Because there are only two alleles at this locus, the allele frequencies satisfy:
\[
\begin{aligned}
p + q &= 1
\end{aligned}
\]
Under Hardy–Weinberg equilibrium, the expected genotype frequencies are obtained by expanding
\((p + q)^{2}\):
\[
\begin{aligned}
(p + q)^{2} &= p^{2} + 2pq + q^{2} \\
\Pr(AA) &= p^{2} \\
\Pr(Aa) &= 2pq \\
\Pr(aa) &= q^{2}
\end{aligned}
\]
Mode 1: Starting from an allele frequency (p or q)

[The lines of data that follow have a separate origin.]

"""Estimator adapters, one file each, behind one protocol (:mod:`.base`).

Importing this package registers every built-in adapter; a missing library does not stop
the import (the adapter then reports ``unavailable``).
"""

import importlib

from .base import (
    Capabilities,
    CapturedWarning,
    Estimate,
    EstimatorAdapter,
    FitOutput,
    available_estimators,
    get_adapter,
    register_estimator,
)

# Imported in this order to register the adapters; the order is the report's column order.
BUILT_IN = (
    "statsmodels_sarimax",
    "statsmodels_arima",
    "pmdarima_arima",
    "sktime_arima",
    "statsforecast_arima",
)
for _module in BUILT_IN:
    importlib.import_module(f"{__name__}.{_module}")

__all__ = [
    "Capabilities",
    "CapturedWarning",
    "Estimate",
    "EstimatorAdapter",
    "FitOutput",
    "available_estimators",
    "get_adapter",
    "register_estimator",
]
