def _solve(n: int, u: NDArray[np.int64], v: NDArray[np.int64], w: bytes, warm_edges: NDArray[np.int64],
           warm_pairs: NDArray[np.int64], dual: Dual | None) -> tuple[list[tuple[int, int]], Dual] | None:
    """The compiled kernel's answer as :func:`perfect_matching`'s; raises :class:`_OutOfRange`."""
    assert _kernel is not None
    y2 = members = offsets = z = b""
    if dual is not None:
        y2_or_none = _weights(dual.y2, DUAL_BOUND)
        z_or_none = _weights([zb for _, zb in dual.blossoms], DUAL_BOUND)
        if len(dual.y2) != n or y2_or_none is None or z_or_none is None:
            raise _OutOfRange
        y2, z = y2_or_none, z_or_none
        sizes = [len(b) for b, _ in dual.blossoms]
        members = np.fromiter(chain.from_iterable(b for b, _ in dual.blossoms), dtype=np.int64,
                              count=sum(sizes)).tobytes()
        offsets = np.concatenate([[0], np.cumsum(sizes, dtype=np.int64)]).astype(np.int64).tobytes()
    try:
        got = _kernel.solve(n, u, v, w, warm_edges, warm_pairs, dual is not None, y2, members, offsets, z)
    except _kernel.Unsupported as exc:
        raise _OutOfRange from exc
    if got is None:
        return None
    partner_b, y2_b, members_b, offsets_b, z_b = got
    partner = np.frombuffer(partner_b, dtype=np.int64)
    rows = np.flatnonzero(partner > np.arange(n))
    pairs = list(zip(rows.tolist(), partner[rows].tolist()))
    flat = np.frombuffer(members_b, dtype=np.int64).tolist()
    ends = np.frombuffer(offsets_b, dtype=np.int64).tolist()
    blossoms = [(frozenset(flat[a:b]), zb) for a, b, zb in zip(ends, ends[1:], _ints(z_b))]
    return pairs, Dual(_ints(y2_b), blossoms)


def python_perfect_matching(n: int, edges: Sequence[Edge], warm: Sequence[int] = (), dual: Dual | None = None
                            ) -> tuple[list[tuple[int, int]], Dual] | None:
    """:func:`perfect_matching` in pure Python (the fallback without the compiled kernel)."""
    if n % 2:
        return None
    d = [0] * n
    seen = [False] * n
    for u, v, w in edges:
        if not seen[u] or w > d[u]:
            d[u], seen[u] = w, True
        if not seen[v] or w > d[v]:
            d[v], seen[v] = w, True
    if not all(seen):
        return None
    if dual is not None:
        d = _carried(edges, dual)
    _tighten(n, edges, d, warm)
    mate = [-1] * n
    for k in warm:
        u, v, w = edges[k]
        if mate[u] == -1 and mate[v] == -1 and d[u] + d[v] == 2 * w:
            mate[u], mate[v] = 2 * k + 1, 2 * k
    for v in range(n):  # exposed vertices start even: a feasible raise, kept from the all-trees search
        if mate[v] == -1 and d[v] % 2:
            d[v] += 1
    run = _Blossom(n, edges, d, mate)
    # Blossoms nest up to n / 2 deep (thousands at 10,000 players) and expand/augment recurse per level.
    limit = sys.getrecursionlimit()
    sys.setrecursionlimit(max(limit, 2 * n + 1000))
    try:
        if not run.run():
            return None
    finally:
        sys.setrecursionlimit(limit)
    pairs = sorted({tuple(sorted((v, run.end[run.mate[v]]))) for v in range(n)})
    return [(u, v) for u, v in pairs], run.dual()
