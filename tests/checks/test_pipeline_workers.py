"""A check with worker processes gives exactly the findings of a one-process check.

Common practice: moving the geometry pass and the IDS validation (buildingSMART IDS 1.0,
validated by ifctester) into forked workers must not change any number or finding.
"""

from __future__ import annotations

import os

import pytest

import ifc_bridge._geometry as geometry
from checks.pipeline import check_model
from ifc_bridge import worker
from tests.conftest import SAMPLE_MODELS

DEMO = SAMPLE_MODELS / "demo_building.ifc"
CONFIG = SAMPLE_MODELS / "demo.toml"


@pytest.mark.skipif(not hasattr(os, "fork"), reason="os.fork is POSIX only")
def test_workers_change_no_finding_and_no_force(monkeypatch, forked_calls) -> None:
    monkeypatch.setenv("SHEARLINE_WORKERS", "0")
    serial = check_model(DEMO, CONFIG)
    monkeypatch.delenv("SHEARLINE_WORKERS")
    monkeypatch.setattr(worker, "PARALLEL_MIN", 0)  # the demo is small: force them
    monkeypatch.setattr(geometry, "PARALLEL_MIN", 0)
    monkeypatch.setattr(worker, "usable_cpus", lambda: 2)
    monkeypatch.setattr(worker.sys, "platform", "linux")
    timings: dict[str, float] = {}
    forked = check_model(DEMO, CONFIG, timings=timings)
    # two geometry workers (two cores) and the IDS worker really forked
    assert sorted(forked_calls) == ["geometry", "geometry", "requirements"]
    assert forked.model == serial.model
    assert forked.requirement_findings == serial.requirement_findings
    assert forked.findings == serial.findings
    assert forked.allocation.piers == serial.allocation.piers
    assert set(timings) == {
        "import",
        "open",
        "read",
        "allocate",
        "check",
        "requirements",
    }
    assert all(t >= 0.0 for t in timings.values())


def test_every_module_loaded_during_the_parse_exists() -> None:
    import importlib

    from checks.pipeline import _LATER_MODULES

    for name in _LATER_MODULES:
        assert importlib.import_module(name).__name__ == name
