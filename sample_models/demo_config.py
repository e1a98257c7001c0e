"""The project configuration of the Larkspur Row demo, written to ``demo.toml``.

Kept as text so that ``author_demo.py`` regenerates every file of the scenario; the
format is the project's agreed TOML config (every quantity a string with its unit).
"""

DEMO_TOML = """\
# shearline project configuration for the Larkspur Row demo (an invented building).
# Written by sample_models/author_demo.py. One file serves demo_building.ifc,
# demo_building_ft_ifc2x3.ifc and demo_building_rev2.ifc: every quantity carries its
# unit, so the IFC file's length unit does not matter.

[project]
name = "Larkspur Row"
display_units = "imperial"
author = "engineer@example.com"

[levels]
base = "Level 1"
diaphragms = ["Level 2", "Level 3", "Roof"]

[seismic]
procedure = "elf"
SDS = 1.00
SD1 = 0.60
S1 = 0.62
TL = "8 s"
R = 6.5        # light-frame wood walls sheathed with wood structural panels,
Ie = 1.0       #   ASCE 7-16 Table 12.2-1 (from memory: R 6.5, omega0 3, Cd 4)
Cd = 4.0
omega0 = 3.0
Ct = 0.02      # ASCE 7-16 Table 12.8-2, all other structural systems (hn in ft)
x = 0.75

[loads]
floor = "15 psf"
roof = "20 psf"
wall = "10 psf"

[analysis]
diaphragm = "envelope"
accidental_eccentricity = 0.05
wall_stiffness = "length"
line_tolerance = "0.5 m"
angle_tolerance = "10 deg"
design_basis = "ASD"
amplify_torsion = true

[shear_walls]
predefined_type = true

[bcf]
version = "2.1"

# 15/32 in Structural I, 10d common at 6 in panel edges: capacity from the starter
# library (SDPWS Table 4.3A, from memory: vs = 680 plf, ASD 680 / 2.0 = 340 plf).
[[assemblies]]
name = "SW-A"
kind = "wood_structural_panel"
match = { type_name = "SW-A*" }
sheathing = "15/32 Structural I"
fastener = "10d common"
edge_spacing = "6 in"
blocked = true

# The same panel at 3 in panel edges, capacity given by the engineer
# (SDPWS Table 4.3A, from memory: vs = 1330 plf, ASD 1330 / 2.0 = 665 plf).
[[assemblies]]
name = "SW-B"
kind = "wood_structural_panel"
match = { type_name = "SW-B*" }
unit_shear_capacity = "665 plf"
blocked = true
"""
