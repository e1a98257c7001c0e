"""The Larkspur Row demo building as plain data: storeys, wall types, walls, openings.

Invented for the shearline demo; nothing here describes a real project. Imports no
ifcopenshell: ``author_demo.py`` turns this plan into IFC files, and ``scenario()``
turns it into ``scenario.json``, the authoring inputs the tests compare the reader with.

Units are SI (m, m²). Plan axes: global X east, Y north, origin at the south-west
corner. A wall runs from ``start`` to ``end`` along its centreline; opening positions
are distances from ``start``, sills and heads heights above the wall base.
"""

from __future__ import annotations

import math
import uuid
from dataclasses import dataclass, replace
from itertools import pairwise

PROJECT = "Larkspur Row"
FOOT = 0.3048  # [m] international foot, exact by definition
NAMESPACE = uuid.uuid5(uuid.NAMESPACE_URL, "urn:shearline:sample-models:larkspur-row")
FILES = {  # file name -> (revision, schema, length unit)
    "demo_building.ifc": (1, "IFC4", "m"),
    "demo_building_ft_ifc2x3.ifc": (1, "IFC2X3", "ft"),
    "demo_building_rev2.ifc": (2, "IFC4", "m"),
}


@dataclass(frozen=True, slots=True)
class Storey:
    """A storey; its slab has its top at the elevation and ``depth`` below it [m]."""

    name: str
    tag: str
    elevation: float
    slab: str  # BASESLAB, FLOOR or ROOF
    depth: float


STOREYS = (
    Storey("Level 1", "L1", 0.0, "BASESLAB", 0.15),
    Storey("Level 2", "L2", 3.05, "FLOOR", 0.30),
    Storey("Level 3", "L3", 6.10, "FLOOR", 0.30),
    Storey("Roof", "RF", 9.15, "ROOF", 0.30),
)
OUTLINE = (
    (0.0, 0.0),
    (24.0, 0.0),
    (24.0, 22.0),
    (12.0, 22.0),
    (12.0, 12.0),
    (0.0, 12.0),
)
STAIR = ((9.4, 6.4), (12.0, 11.6))  # plan corners of the stair opening [m]
STAIR_STOREYS = ("Level 2", "Level 3")


@dataclass(frozen=True, slots=True)
class WallType:
    """A wall type: name, PredefinedType and layers (material, thickness [m])."""

    key: str
    name: str
    predefined_type: str
    layers: tuple[tuple[str, float], ...]

    @property
    def thickness(self) -> float:
        """Total layer thickness [m]."""
        return sum(t for _, t in self.layers)

    @property
    def shear(self) -> bool:
        """True for a shear wall type."""
        return self.predefined_type == "SHEAR"


PLY, GWB = "Structural I plywood 15/32 in", "Gypsum board 5/8 in Type X"
_SHEAR = ((PLY, 0.012), ("SPF stud framing 2x6", 0.140), (GWB, 0.016))
_PARTITION = ((GWB, 0.016), ("SPF stud framing 2x4", 0.089), (GWB, 0.016))
WALL_TYPES = {
    "SW-A": WallType("SW-A", "SW-A 15/32 Str I 10d @6", "SHEAR", _SHEAR),
    "SW-B": WallType("SW-B", "SW-B 15/32 Str I 10d @3", "SHEAR", _SHEAR),
    "PT-1": WallType("PT-1", "PT-1 2x4 GWB partition", "PARTITIONING", _PARTITION),
}


@dataclass(frozen=True, slots=True)
class Hole:
    """A window or door opening in a wall [m]."""

    n: int
    kind: str  # "window" or "door"
    start: float
    end: float
    sill: float
    head: float


def window(n: int, start: float, width: float = 1.5) -> Hole:
    """A window, sill 0.9 m and head 2.1 m above the wall base."""
    return Hole(n, "window", start, start + width, 0.9, 2.1)


def door(n: int, start: float, width: float = 0.9) -> Hole:
    """A door, head 2.1 m above the wall base."""
    return Hole(n, "door", start, start + width, 0.0, 2.1)


@dataclass(frozen=True, slots=True)
class Wall:
    """One IfcWall; it stands on ``storey`` and rises through ``spans`` storeys."""

    tag: str
    storey: str
    start: tuple[float, float]
    end: tuple[float, float]
    wall_type: str
    role: str
    openings: tuple[Hole, ...] = ()
    spans: int = 1
    load_bearing: bool | None = True  # None: no Pset_WallCommon at all
    external: bool = False

    @property
    def length(self) -> float:
        """Centreline length [m]."""
        return math.dist(self.start, self.end)

    @property
    def guid(self) -> str:
        """The wall's GlobalId."""
        return stable_guid(f"wall/{self.tag}")


def stable_guid(key: str) -> str:
    """IFC GlobalId (22 characters) derived from a stable element key with uuid5."""
    chars = "0123456789ABCDEFGHIJKLMNOPQRSTUVWXYZabcdefghijklmnopqrstuvwxyz_$"
    n = uuid.uuid5(NAMESPACE, key).int  # the same as ifcopenshell.guid.compress(u.hex)
    return "".join(chars[(n >> (6 * i)) & 63] for i in reversed(range(22)))


def storey_index(name: str) -> int:
    """Position of a storey in STOREYS."""
    return [s.name for s in STOREYS].index(name)


def wall_base_top(wall: Wall) -> tuple[float, float]:
    """Base (storey elevation) and top (underside of the slab ``spans`` up) [m]."""
    i = storey_index(wall.storey)
    above = STOREYS[i + wall.spans]
    return STOREYS[i].elevation, round(above.elevation - above.depth, 9)


def _exterior(s: Storey, revision: int) -> list[Wall]:
    t = "SW-B" if s.tag == "L1" else "SW-A"
    entry = door(3, 8.5) if s.tag == "L1" else window(3, 8.5)
    east = 2.0 if (revision == 2 and s.tag == "L1") else 1.5  # rev 2 widens it
    spec = (
        ("S1", (0, 0), (12, 0), t, (window(1, 1.5), window(2, 5.0), entry)),
        (
            "S2",
            (12, 0),
            (24, 0),
            t,
            (window(1, 2.0), window(2, 4.5), window(3, 10 - east, east)),
        ),
        ("E1", (24, 0), (24, 12), t, (window(1, 2.0), window(2, 8.5))),
        ("E2", (24, 12), (24, 22), t, (window(1, 4.0),)),
        ("N2", (24, 22), (12, 22), t, (window(1, 2.0), window(2, 8.0))),
        ("W2", (12, 22), (12, 12), t, (window(1, 3.0),)),
        ("N1", (12, 12), (0, 12), "SW-B", (window(1, 2.0), window(2, 7.0))),
        ("W1", (0, 12), (0, 0), t, (window(1, 2.0), window(2, 8.0))),
    )
    role = "exterior shear wall"
    return [
        Wall(f"{s.tag}-{k}", s.name, a, b, wt, role, holes, external=True)
        for k, a, b, wt, holes in spec
    ]


def _interior(s: Storey, revision: int) -> list[Wall]:
    n, tag, stair = s.name, s.tag, ((12.0, 6.4), (12.0, 11.6))
    d1 = "SW-A" if tag == "L3" else "SW-B"
    out = [
        Wall(
            f"{tag}-D1",
            n,
            (18, 0),
            (18, 12),
            d1,
            "demising shear wall",
            (door(1, 5.5, 1.0),),
        ),
        Wall(f"{tag}-P1", n, (6, 0), (6, 6), "PT-1", "partition", load_bearing=False),
        Wall(f"{tag}-P2", n, (6, 6), (6, 12), "PT-1", "partition", load_bearing=False),
        Wall(
            f"{tag}-P3", n, (12, 17), (24, 17), "PT-1", "partition", load_bearing=False
        ),
    ]
    ns_line = ((15, 19.5), (21, 19.5))
    if tag == "L1":
        out.append(Wall("L1-C1", n, (2, 6), (9.2, 6), "SW-B", "corridor shear wall"))
        out.append(Wall("L1-STE", n, *stair, "SW-B", "stair-tower shear wall", spans=2))
        if revision == 2:
            out.append(
                Wall("L1-NSB", n, *ns_line, "SW-A", "shear wall added under L2-NSB")
            )
    if tag == "L2" and revision == 1:  # short, 6 in nailing: overstressed
        out.append(Wall("L2-C1", n, (4.5, 6), (6.5, 6), "SW-A", "corridor shear wall"))
    if tag == "L2" and revision == 2:
        out.append(Wall("L2-C1", n, (2, 6), (9.2, 6), "SW-B", "corridor shear wall"))
        out.append(Wall("L2-NSB", n, *ns_line, "SW-A", "shear wall added under L3-NS"))
    if tag == "L3":
        out.append(Wall("L3-STE", n, *stair, "SW-A", "stair-tower shear wall"))
        out.append(Wall("L3-NS", n, *ns_line, "SW-A", "shear wall on no wall below"))
    return out


# Pset_WallCommon.LoadBearing wrong (or the pset missing) on purpose, like real exports.
WRONG_LOAD_BEARING = {"L2-E2": False, "L3-D1": False, "L1-P1": True, "L3-P2": None}


def plan(revision: int) -> tuple[Wall, ...]:
    """Every IfcWall of one revision (1 or 2), storey by storey."""
    walls: list[Wall] = []
    for s in STOREYS[:3]:
        walls += _exterior(s, revision) + _interior(s, revision)
    for i, w in enumerate(walls):
        if w.tag in WRONG_LOAD_BEARING:
            walls[i] = replace(w, load_bearing=WRONG_LOAD_BEARING[w.tag])
        if w.tag == "L2-P3" and revision == 2:  # moved 1.0 m south
            walls[i] = replace(w, start=(12, 16), end=(24, 16))
    return tuple(walls)


REV2_CHANGES = (
    (
        "L2-C1",
        "lengthened from 2.0 m (X 4.5-6.5) to 7.2 m (X 2.0-9.2), retyped SW-A -> SW-B",
    ),
    ("L2-NSB", "added at Level 2 under L3-NS (Y 19.5, X 15.0-21.0, SW-A)"),
    ("L1-NSB", "added at Level 1 under L2-NSB (Y 19.5, X 15.0-21.0, SW-A)"),
    ("L2-P3", "partition moved 1.0 m south (Y 17.0 -> 16.0)"),
    ("L1-S2", "window 3 widened from 1.5 m (8.5-10.0) to 2.0 m (8.0-10.0)"),
)


def piers(wall: Wall) -> list[tuple[float, float]]:
    """Full-height pieces of a wall between its openings, (start, end) [m]."""
    edge, out = 0.0, []
    for hole in sorted(wall.openings, key=lambda h: h.start):
        if hole.start > edge:
            out.append((edge, hole.start))
        edge = hole.end
    if wall.length > edge:
        out.append((edge, wall.length))
    return out


def polygon_area(points: tuple[tuple[float, float], ...]) -> float:
    """Shoelace area of a simple polygon [m²]."""
    pts = [*points, points[0]]
    return abs(sum(x0 * y1 - x1 * y0 for (x0, y0), (x1, y1) in pairwise(pts))) / 2


def _r(v: float) -> float:
    return round(v, 9)


def _wall_record(w: Wall) -> dict:
    wt, (base, top) = WALL_TYPES[w.wall_type], wall_base_top(w)
    holes = [
        {
            "guid": stable_guid(f"opening/{w.tag}/{h.n}"),
            "kind": h.kind,
            "filled_by": stable_guid(f"{h.kind}/{w.tag}/{h.n}"),
            "start": _r(h.start),
            "end": _r(h.end),
            "sill": h.sill,
            "head": h.head,
        }
        for h in w.openings
    ]
    spans = [s.name for s in STOREYS[storey_index(w.storey) :][: w.spans]]
    return {
        "guid": w.guid,
        "name": w.tag,
        "storey": w.storey,
        "spans_storeys": spans,
        "role": w.role,
        "type_name": wt.name,
        "predefined_type": wt.predefined_type,
        "shear": wt.shear,
        "start": [float(v) for v in w.start],
        "end": [float(v) for v in w.end],
        "length": _r(w.length),
        "thickness": _r(wt.thickness),
        "base": base,
        "top": top,
        "load_bearing": w.load_bearing,
        "external": w.external,
        "piers": [[_r(a), _r(b)] for a, b in piers(w)],
        "openings": holes,
    }


def _storey_records(walls: tuple[Wall, ...]) -> list[dict]:
    (x0, y0), (x1, y1) = STAIR
    out = []
    for i, s in enumerate(STOREYS):
        own = [w for w in walls if w.storey == s.name]
        first = storey_index
        on = [w for w in walls if first(w.storey) <= i < first(w.storey) + w.spans]
        void = _r((x1 - x0) * (y1 - y0)) if s.name in STAIR_STOREYS else 0.0
        out.append(
            {
                "name": s.name,
                "guid": stable_guid(f"storey/{s.name}"),
                "elevation": s.elevation,
                "slab_guid": stable_guid(f"slab/{s.name}"),
                "slab_kind": s.slab,
                "slab_top": s.elevation,
                "slab_depth": s.depth,
                "slab_outline_area": polygon_area(OUTLINE),
                "opening_area": void,
                "diaphragm_area": _r(polygon_area(OUTLINE) - void),
                "ifc_walls": len(own),
                "shear_walls": sum(WALL_TYPES[w.wall_type].shear for w in own),
                "wall_segments": len(on),
                "shear_wall_segments": sum(WALL_TYPES[w.wall_type].shear for w in on),
            }
        )
    return out


def _slender_piers(walls: tuple[Wall, ...]) -> list[dict]:
    out = []
    for w in walls:
        base, top = wall_base_top(w)
        for a, b in piers(w):
            if WALL_TYPES[w.wall_type].shear and (top - base) / (b - a) > 2.0:
                out.append(
                    {
                        "guid": w.guid,
                        "name": w.tag,
                        "pier": [_r(a), _r(b)],
                        "width": _r(b - a),
                        "height": _r(top - base),
                        "h_over_b": _r((top - base) / (b - a)),
                    }
                )
    return out


def _special(walls: tuple[Wall, ...], revision: int) -> dict:
    g = {w.tag: w.guid for w in walls}
    wrong = WRONG_LOAD_BEARING.items()
    return {
        "overstressed": [g["L2-C1"]] if revision == 1 else [],
        "non_stacking": [g["L3-NS"]] if revision == 1 else [],
        "through_storey": [g["L1-STE"]],
        "line_stops_below_top": [g["L1-C1"], g["L2-C1"]],
        "walls_with_openings": sorted(w.guid for w in walls if w.openings),
        "high_aspect_ratio_piers": _slender_piers(walls),
        "load_bearing_wrong": sorted(g[t] for t, v in wrong if v is not None),
        "pset_wall_common_missing": sorted(g[t] for t, v in wrong if v is None),
        "reentrant_corner": {
            "corner": [12.0, 12.0],
            "projection_x": 12.0,
            "plan_x": 24.0,
            "projection_y": 10.0,
            "plan_y": 22.0,
        },
    }


def scenario() -> dict:
    """The authoring inputs, for tests of the reader and the checks (SI: m, m²)."""
    revisions = {}
    for rev in (1, 2):
        walls = plan(rev)
        revisions[str(rev)] = {
            "ifc_walls": len(walls),
            "storeys": _storey_records(walls),
            "special": _special(walls, rev),
            "walls": [_wall_record(w) for w in walls],
        }
    files = {
        name: {
            "revision": rev,
            "schema": schema,
            "length_unit": unit,
            "length_unit_scale": FOOT if unit == "ft" else 1.0,
        }
        for name, (rev, schema, unit) in FILES.items()
    }
    return {
        "schema": "shearline.demo-scenario/1",
        "units": {"length": "m", "area": "m2"},
        "project": PROJECT,
        "note": "Invented building for the shearline demo; written by author_demo.py.",
        "plan": {
            "outline": [list(p) for p in OUTLINE],
            "stair_opening": [list(p) for p in STAIR],
            "stair_opening_storeys": list(STAIR_STOREYS),
        },
        "files": files,
        "revisions": revisions,
        "rev2_changes": [
            {"guid": stable_guid(f"wall/{tag}"), "name": tag, "change": text}
            for tag, text in REV2_CHANGES
        ],
    }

If one allele frequency is known, the other is found using \(p + q = 1\). Then genotype frequencies follow directly.
\[
\begin{aligned}
q &= 1 - p \quad (\text{if } p \text{ is given}) \\
p &= 1 - q \quad (\text{if } q \text{ is given})
\end{aligned}
\]
After obtaining both allele frequencies:
\[
\begin{aligned}
\Pr(AA) &= p^{2}, \quad \Pr(Aa) = 2pq, \quad \Pr(aa) = q^{2}
\end{aligned}
\]
If a population size \(N\) is provided, expected genotype counts are computed as:
\[
\begin{aligned}
E(AA) &= N \cdot p^{2} \\
E(Aa) &= N \cdot 2pq \\
E(aa) &= N \cdot q^{2}
\end{aligned}
\]
Mode 2: Starting from genotype counts (AA, Aa, aa)
When observed genotype counts are provided, the sample size is:
\[
\begin{aligned}
N &= AA + Aa + aa
\end{aligned}
\]
Allele frequencies are estimated by counting alleles in the sample. Each AA contributes two A alleles, each
Aa contributes one A allele and one a allele, and each aa contributes two a alleles.
\[
\begin{aligned}
\hat{p} &= \frac{2\cdot AA + Aa}{2N} \\
\hat{q} &= \frac{2\cdot aa + Aa}{2N} = 1 - \hat{p}
\end{aligned}
\]
The expected HW genotype frequencies and counts are then computed using \(\hat{p}\) and \(\hat{q}\):
\[
\begin{aligned}
\Pr(AA) &= \hat{p}^{2}, \quad \Pr(Aa) = 2\hat{p}\hat{q}, \quad \Pr(aa) = \hat{q}^{2} \\
E(AA) &= N \cdot \hat{p}^{2} \\
E(Aa) &= N \cdot 2\hat{p}\hat{q} \\
E(aa) &= N \cdot \hat{q}^{2}
\end{aligned}
\]
Mode 3: Starting from recessive phenotype frequency (q²)
If the recessive phenotype corresponds to genotype aa, its frequency is \(q^{2}\). From this, the allele
frequency \(q\) is found by taking the square root, and then \(p = 1 - q\).
\[
\begin{aligned}
q &= \sqrt{q^{2}} \\
p &= 1 - q
\end{aligned}
\]
Once \(p\) and \(q\) are known, genotype frequencies follow:
\[
\begin{aligned}
\Pr(AA) &= p^{2}, \quad \Pr(Aa) = 2pq, \quad \Pr(aa) = q^{2}
\end{aligned}
\]
If a population size \(N\) is provided, expected counts are:
\[
\begin{aligned}
E(AA) &= N \cdot p^{2}, \quad
E(Aa) = N \cdot 2pq, \quad
E(aa) = N \cdot q^{2}
\end{aligned}
\]
Observed vs expected snapshot (deviation summary)
When observed genotype counts are available, a quick deviation snapshot can be computed as residuals
(Observed − Expected). This helps identify which genotypes are above or below the HW expectation, but it is
not a formal significance test.
\[
\begin{aligned}
R(AA) &= O(AA) - E(AA) \\
R(Aa) &= O(Aa) - E(Aa) \\
R(aa) &= O(aa) - E(aa)
\end{aligned}
\]
A formal Hardy–Weinberg test is typically done with a chi-square test (or an exact test for small samples),
which can be added as a separate advanced feature.